Exercise brief: Check each line of the data for "tests" and select those that have it.

Extracted material:
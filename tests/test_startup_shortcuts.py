"""Answers a small command now gives without RDKit or the CIP digraph equal the full computation.

Reference: the full hierarchical-digraph ranking of :mod:`enumerator.analyses.cip`
(CIP rules, Prelog & Helmchen 1982, through RDKit's reading of each SMILES),
which the existing CIP tests hold against IUPAC 2005 IR-9.3.5 examples; here
every shortcut answer is compared with it over the built-in catalogue.
"""

from __future__ import annotations

import itertools

import pytest

from enumerator.analyses.cip import _digraph_priorities, by_donor_element, donor_priorities
from enumerator.model.composition import Composition, LigandKind
from enumerator.parse.formula import parse_formula
from enumerator.rules.ligands import load_ligands
from enumerator.rules.ruleset import load_rules


def _kinds() -> list[LigandKind]:
    return [e.kind() for _, e in sorted(load_ligands(load_rules()).items())]


def test_first_sphere_shortcut_equals_the_digraph_over_catalogue_pairs():
    # every pair and a sample of triples of built-in ligands whose ligating atoms' elements differ
    kinds = _kinds()
    checked = 0
    combos = list(itertools.combinations(kinds, 2)) + list(itertools.combinations(kinds[::7], 3))
    for combo in combos:
        comp = Composition("test", tuple((k, 1) for k in combo), "Pt")
        quick = by_donor_element(comp)
        if quick is None:
            continue
        assert quick == _digraph_priorities(comp), [k.name for k in combo]
        checked += 1
    assert checked > 1000


@pytest.mark.parametrize(
    ("formula", "uses_shortcut"),
    [
        ("[RuCl2(CO)2(PPh3)2]", True),  # Cl > P > C, first sphere (IUPAC 2005 IR-9.3.5: rule 1a)
        ("[Mo(CO)3(PPh3)3]", True),
        ("[PtCl2(NH3)2]", True),
        ("[Co(en)2Cl2]+", False),  # two N of each en: the digraph decides
        ("[Cr(CO)5(13CO)]", False),  # two C donors: mass (rule 2) decides
    ],
)
def test_shortcut_taken_only_where_the_first_sphere_decides(formula, uses_shortcut):
    comp = parse_formula(formula, load_rules())
    assert (by_donor_element(comp) is not None) is uses_shortcut
    assert donor_priorities(comp) == dict(_digraph_priorities(comp))


def test_shortcut_refuses_a_smiles_whose_mapped_atom_is_not_the_donor():
    kind = LigandKind("x", ("N",), meta=(("smiles", "[Cl-:1]"),))
    other = LigandKind("y", ("P",), meta=(("smiles", "[PH3:1]"),))
    assert by_donor_element(Composition("t", ((kind, 1), (other, 1)), "Pt")) is None


def test_shortcut_keeps_the_missing_smiles_error():
    from enumerator.errors import InputError

    bare = LigandKind("x", ("N",), meta=(("charge", 0),))
    cl = LigandKind("Cl", ("Cl",), meta=(("smiles", "[Cl-:1]"),))
    with pytest.raises(InputError, match="no SMILES"):
        donor_priorities(Composition("t", ((bare, 1), (cl, 1)), "Pt"))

Result of the exercise:
filename tests/test_startup_shortcuts.py
which the existing CIP tests hold against IUPAC 2005 IR-9.3.5 examples; here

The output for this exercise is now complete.